Ketiga, BI juga mengeluarkan kebijakan penyesuaian pelaksanaan beberapa ketentuan bank Indonesia sebagai dampak pandemi Covid-19. Kebijakan ini dimaksudkan untuk mengakomodir pemenuhan berbagai kewajiban yang harus dipenuhi oleh para pihak yang berada di bawah pengaturan dan pengawasan BI di sektor moneter, stabilitas sistem keuangan dan sistem pembayaran di tengah penerapan kebijakan percepatan penanganan COVID-19 oleh Pemerintah.
Ketentuan tersebut mengatur area penyesuaian yang meliputi  proses perizinan, penyampaian pelaporan, korespondensi dan/atau pertemuan BI, sanksi-sanksi administratif kepada Eksportir Non-Sumber Daya Alam berupa penangguhan atas pelayanan ekspor, layanan kas Bank Indonesia, biaya Sistem Kliring Nasional Bank Indonesia (SKNBI), penyelenggaraan kartu kredit, dan pemenuhan kewajiban implementasi beberapa ketentuan BI.
Selain penerbitan ketentuan dalam menghadapi dampak Covid-19, BI juga memperpanjang waktu penyampaian tanggapan Consultative Paper (CP), Standar Open API dan Interlink Bank dengan Fintech Bagi PJSP.Â
Namun keseluruhan bauran kebijakan dalam mempertahankan stabilitas sistem keuangan di atas tidaklah cukup apabila tidak terdapat dukungan dari seluruh lapisan bangsa. Oleh karenanya partisipasi aktif kita sebagai masyarakat juga sangat diperlukan untuk dapat menghalau krisis keuangan. Sehingga kita perlu menjadi rumah tangga byang berperilaku baik, sebab kita merupakan salah satu subyek finansial yang terhubung dengan insfrastruktur keuangan. Artinya secara sadar atau tidak sadar kita sangat berkaitan langsung dengan stabilitas sistem keuangan.
Dalam kondisi ketidakpastian seperti ini, selain menjaga kesehatan badan, kita juga perlu untuk menjaga kesehatan keuangan kita. kita dapat meelihat kembali kondisi keuangan kita agar lebih siap jika kodisi seperti ini terulang kembali.
Setidaknya terdapat tiga hal yang perlu dilakukan. Tentunya tiga hal ini merupakan sesuatu yang tidak mudah.

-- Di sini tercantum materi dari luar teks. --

//! The design: runs the pipeline for one request and gathers the result and its checks.
//!
//! [`design`] never fails: a request that cannot be built comes back with error checks that
//! say why and what would make it possible, and with whatever could still be computed.
//! `predicted` comes from the MNA solver on the rounded circuit with the finite-gain,
//! finite-bandwidth amplifier model — the same model the netlist exports — so it agrees with
//! a SPICE3 simulation of that netlist.

use serde::Serialize;

use crate::amplifier::{Amplifier, Rails};
use crate::analysis::{analyse, Analysis, AnalysisConfig, Nominal};
use crate::circuit::{Circuit, Part, PartKind, Stage};
use crate::diag::{has_error, Check, Severity};
use crate::request::{Coupling, Request};
use crate::solve::Solver;
use crate::synth::{self, Target};
use crate::units::{format, Quantity};

/// Rule for the amplifier's bandwidth: closed-loop bandwidth (GBW / noise gain) at least this
/// many times `band_high`, which keeps a single-pole amplifier's gain error at `band_high`
/// within 0.5 % (1/√(1 + 0.1²)).
pub const GBW_MARGIN: f64 = 10.0;

/// Everything the engine says about one request.
#[derive(Debug, Clone, Serialize)]
pub struct Design {
    pub name: String,
    /// The normalised request.
    pub request: Request,
    pub rails: Rails,
    /// The amplifier as assumed (class figures filled in where the request is silent).
    pub amplifier: Amplifier,
    /// What the amplifier must at least provide for this design.
    pub requirements: Option<Requirements>,
    pub topology: String,
    pub target: Option<Target>,
    pub stages: Vec<Stage>,
    /// Parts to build.
    pub parts: Vec<PartRow>,
    /// The bench around them (sensor model, supplies, converter load).
    pub bench: Vec<PartRow>,
    pub predicted: Option<Predicted>,
    /// DC transfer, frequency response, noise, tolerance spread and loading.
    pub analysis: Option<Analysis>,
    pub equations: Vec<String>,
    pub checks: Vec<Check>,
    pub cautions: Vec<String>,
    /// Converter codes back to the sensor's quantity (filled in after the analyses).
    pub scaling: Option<crate::scaling::Scaling>,
    /// The anti-alias filter: response, order, sections (f_n, Q wanted and rounded).
    pub filter: Option<crate::synth::filter::FilterDesign>,
    /// The converter drive: charge bucket, isolation resistor, protection.
    pub drive: Option<crate::synth::drive::DriveDesign>,
    /// Current loops: the shunt, its burden and where the fault bands land in codes.
    #[serde(skip_serializing_if = "Option::is_none")]
    pub current_loop: Option<crate::synth::front::LoopDesign>,
    /// High-impedance sensors: the follower's bias path, corners and bias-current offset.
    #[serde(skip_serializing_if = "Option::is_none")]
    pub high_impedance: Option<crate::synth::buffer::BufferDesign>,
    /// Photodiodes: the transimpedance stage.
    #[serde(skip_serializing_if = "Option::is_none")]
    pub photodiode: Option<crate::synth::tia::TiaDesign>,
    /// Differential sensors: the difference amplifier and its common-mode rejection.
    #[serde(skip_serializing_if = "Option::is_none")]
    pub differential: Option<crate::synth::diffamp::DiffDesign>,
    /// Bridges: excitation current, self-heating, linearity.
    #[serde(skip_serializing_if = "Option::is_none")]
    pub bridge: Option<crate::synth::diffamp::BridgeDesign>,
    /// Pairs and bridges behind an instrumentation amplifier: its first stage.
    #[serde(skip_serializing_if = "Option::is_none")]
    pub instrumentation: Option<crate::synth::inamp::InampDesign>,
    /// The circuit model every output derives from (absent when synthesis was impossible).
    #[serde(skip)]
    pub circuit: Option<Circuit>,
}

Tiga hal ini nantinya juga dapat digunakan untuk melihat sejauh mana kesiapan kita dalam menghadapai kondisi ketidakpastian seperti ini, tentunya menjadi tantangan baru bagi kita dan keluarga.
Mengidentifikasi Kebutuhan Esensial dan Non Esensial
Saat kondisi normal, sebelum virus melanda kita, setiap kegiatan yang kita lakukan membutuhkan pengeluaran yang pada dasarnya dibagi menjadi dua bagian besar. Dua bagian tersebut dapat kita sebut sebagai kebutuhan esensial dan non esensial. Dalam hal ini kita perlu mengIdentifikasi dan membedakan antara pengeluaran-pengeluaran apa saja yang sifatnya bukan kebutuhan hidup 'utama' dan pengeluaran-pengeluran dengan sifat non esensial seperti out door entertainment, olahraga di luar, nonton bioskop, makan di luar yang saat ini terhenti karena harus diam di rumah saja.
Di lain sisi, kebutuhan yang sifatnya untuk bertahan hidup atau pengeluaran yang esensial dan 'harus', seperti belanja sembako, bayar sewa, bayar uang sekolah anak, bayar listrik, bayar pajak, bayar iuran lingkungan dan yang sejenisnya, meskipun kita dibatasi di dalam rumah saja, tetap saja pos-pos tersebut perlu dan harus dibayarkan.
Kita juga harus waspada agar tidak mudah tergiur belanja online. Pada era digital seperti ini, metode pembayaran sudah banyak didominasi oleh pembayaran online. Kemudahan pembayaran elektronik terkadang juga membuat kita kehilangan jejak atas pengeluaran kita.
Untuk itu kita perlu membuat anggaran baru, agar kita tidak kebablasan dengan belanja online ini. Anggaran baru ini berfungsi untuk mengontrol seberapa besar pengeluaran pengeluaran esensial yang diperlukan selama masa-masa seperti ini.